Power to the…Pharmaceutical Companies?

If the U.S. Supreme Court rules in favor of barring lawsuits against Food and Drug Administration-approved medications, pharmaceutical companies will be quite pleased. Earlier this year the Supreme Court reinterpreted a 1976 amendment that had originally been intended to protect the public against dangerous medical devices by requiring the FDA to review and approve such devices before they could be sold to the masses. The reinterpretation led the Supreme Court to bar lawsuits against FDA-approved medical devices. Now the Supreme Court may extend this ruling to FDA-approved drugs. If this happens, some tens of thousands of lawsuits will be dismissed, and the public will have no recourse or protection when harmed by pharmaceuticals.

Pharmaceutical companies and their advocates argue that the FDA is filled with experts, and the decision as to whether a medication is safe or dangerous should be left to them. Juries, they argue, are made up of lay people, who most likely would not be able to make informed decisions about a prescription medication’s safety. Consumer rights groups, on the other hand, argue that the public deserves added protection and that lawsuits can bring to light new dangers or issues that the FDA was not aware of.

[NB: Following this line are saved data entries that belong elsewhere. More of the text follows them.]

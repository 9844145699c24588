/**
 * When a warning opens and closes, as the site file says it: for the whole site, for a signal, or for one limit of it; the
 * nearest word counts. Opening and closing lie apart, and closing takes its time, so that a chance that hovers about one
 * value does not open and close the same warning all day.
 */
import { z } from 'zod';
import { checked } from './checked-value.ts';
import { parseDuration } from './duration.ts';
import type { Fault } from './issue.ts';
import type { Limits, Site } from './site.ts';

/** When a warning opens and closes. */
export interface WarnRule {
  /** Opens at this probability of crossing within the horizon or above; 1: never. */
  readonly open: number;
  /** Closes once the probability has stayed below this … */
  readonly close: number;
  /** … for so many ticks in a row. */
  readonly hold: number;
}

/** What is said of a rule at one place; null: as the place around it says. */
export type WarnWords = { readonly [K in keyof WarnRule]: number | null };

/** What a signal says of its own warnings. */
export interface SignalWarn extends WarnWords {
  readonly limits: Readonly<Record<keyof Limits, WarnWords | null>>;
}

/** As soon as a crossing is more likely than not; measured on the demo's plants, see runtime/README.md. */
const DEFAULT_OPEN = 0.5;
/** Where only `open` is said, `close` is this share of it. */
const CLOSE_SHARE = 0.6;
/** Left out, `hold` is this share of the horizon. */
const HOLD_SHARE = 1 / 12;

const share = checked('a probability above 0 and at most 1', (value) =>
  typeof value === 'number' && value > 0 && value <= 1 ? value : undefined,
);

/** Ticks, or a duration in ms. */
const hold = checked<{ ticks: number } | { ms: number }>(
  'a whole number of ticks from 1 up, or a duration such as "10min"',
  (value) => {
    if (typeof value === 'number') return Number.isSafeInteger(value) && value >= 1 ? { ticks: value } : undefined;
    const ms = typeof value === 'string' ? parseDuration(value) : null;
    return ms !== null && ms > 0 ? { ms } : undefined;
  },
);

const words = { open: share.nullish(), close: share.nullish(), hold: hold.nullish() };

/** The map under `warn` of the site, or of one limit. */
export const warnSchema = z.strictObject(words);
/** The map under a signal's `warn`. */
export const signalWarnSchema = z.strictObject({
  ...words,
  high_high: warnSchema.nullish(),
  high: warnSchema.nullish(),
  low: warnSchema.nullish(),
  low_low: warnSchema.nullish(),
});

type WarnEntry = z.output<typeof warnSchema>;

const toWords = (entry: WarnEntry, tickMs: number): WarnWords => ({
  open: entry.open ?? null,
  close: entry.close ?? null,
  hold: !entry.hold ? null : 'ticks' in entry.hold ? entry.hold.ticks : Math.ceil(entry.hold.ms / tickMs),
});

const over = (rule: WarnRule, said: WarnWords | null): WarnRule => {
  if (said === null) return rule;
  // A threshold moved without a word of the other would often end up on its wrong side.
  const near = said.open === null ? rule : { ...rule, open: said.open, close: closeFor(said.open) };
  return { ...near, close: said.close ?? near.close, hold: said.hold ?? near.hold };
};

/** To six digits: 0.6 × 0.7 is written 0.42. */
const closeFor = (open: number): number => Number((CLOSE_SHARE * open).toPrecision(6));

/** The rule of a site whose file says nothing. */
export const defaultWarnRule = (horizon: number): WarnRule => ({
  open: DEFAULT_OPEN,
  close: closeFor(DEFAULT_OPEN),
  hold: Math.max(1, Math.round(HOLD_SHARE * horizon)),
});

/** The site's own rule, every default filled in. */
export const toWarnRule = (entry: WarnEntry | null, horizon: number, tickMs: number): WarnRule =>
  over(defaultWarnRule(horizon), entry === null ? null : toWords(entry, tickMs));

/** What a signal says. */
export const toSignalWarn = (entry: z.output<typeof signalWarnSchema> | null, tickMs: number): SignalWarn | null => {
  if (entry === null) return null;
  const of = (one: WarnEntry | null | undefined): WarnWords | null => (one ? toWords(one, tickMs) : null);
  const { high_high, high, low, low_low } = entry;
  return {
    ...toWords(entry, tickMs),
    limits: { highHigh: of(high_high), high: of(high), low: of(low), lowLow: of(low_low) },
  };
};

/** The rule of one limit. signal  counted from the first signal */
export const warnRuleOf = (site: Site, signal: number, limit: keyof Limits): WarnRule => {
  const own = site.signals[signal]!.warn;
  return own === null ? site.warn : over(over(site.warn, own), own.limits[limit]);
};

const KEYS: readonly (readonly [keyof Limits, string])[] = [
  ['highHigh', 'high_high'],
  ['high', 'high'],
  ['low', 'low'],
  ['lowLow', 'low_low'],
];

/** Rules whose closing does not lie below their opening, and words about limits that are not set. */
export const warnFaults = (site: Site): readonly Fault[] => {
  const ofRule = ({ open, close }: WarnRule, path: readonly PropertyKey[]): Fault[] => {
    if (close < open) return [];
    return [{ path, isUnknownKey: false, text: `expected close below open (${open}), got close ${close}` }];
  };
  const faults = ofRule(site.warn, ['warn']);
  for (const [i, { warn, limits }] of site.signals.entries()) {
    if (warn === null || faults.length > 0) continue;
    const path = ['signals', i, 'warn'];
    const own = ofRule(over(site.warn, warn), path);
    faults.push(...own);
    for (const [limit, key] of KEYS) {
      if (warn.limits[limit] === null) continue;
      if (limits[limit] === null) {
        const text = `expected a limit that the signal has, got "${key}"; set it under limits`;
        faults.push({ path: [...path, key], isUnknownKey: false, text });
      } else if (own.length === 0) faults.push(...ofRule(warnRuleOf(site, i, limit), [...path, key]));
    }
  }
  return faults;
};

/** As it stands in a file. */
export const plainWarn = ({ open, close, hold }: WarnWords): Record<string, number> =>
  Object.fromEntries(
    Object.entries({ open, close, hold }).filter((pair): pair is [string, number] => pair[1] !== null),
  );

/** A signal's words as they stand in a file; null where it has none. */
export const plainSignalWarn = (warn: SignalWarn | null): Record<string, unknown> | null => {
  if (warn === null) return null;
  const limits = KEYS.flatMap(([limit, key]) => {
    const said = warn.limits[limit];
    return said === null ? [] : [[key, plainWarn(said)] as const];
  });
  return { ...plainWarn(warn), ...Object.fromEntries(limits) };
};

The case the Supreme Court will rule on on November 3, 2008, involves a Vermont woman who suffered from severe headaches. She went to a clinic with a headache and was given Demerol for pain relief and Phenergan for nausea. Phenergan’s warning label indicates that extreme caution must be exercised if the drug is given via injection. Hitting an artery can cause extreme damage. The patient was given Phenergan via injection, and an artery was struck. As a result, the patient lost part of her arm and her hand due to gangrene. She filed a lawsuit against Wyeth, the maker of Phenergan, arguing that the company should have warned against injecting Phenergan in any situation. The case went to trial in Montpelier, Vermont, and the jury found in favor of the plaintiff. Wyeth, however, appealed, and that is the appeal on which the Supreme Court will rule.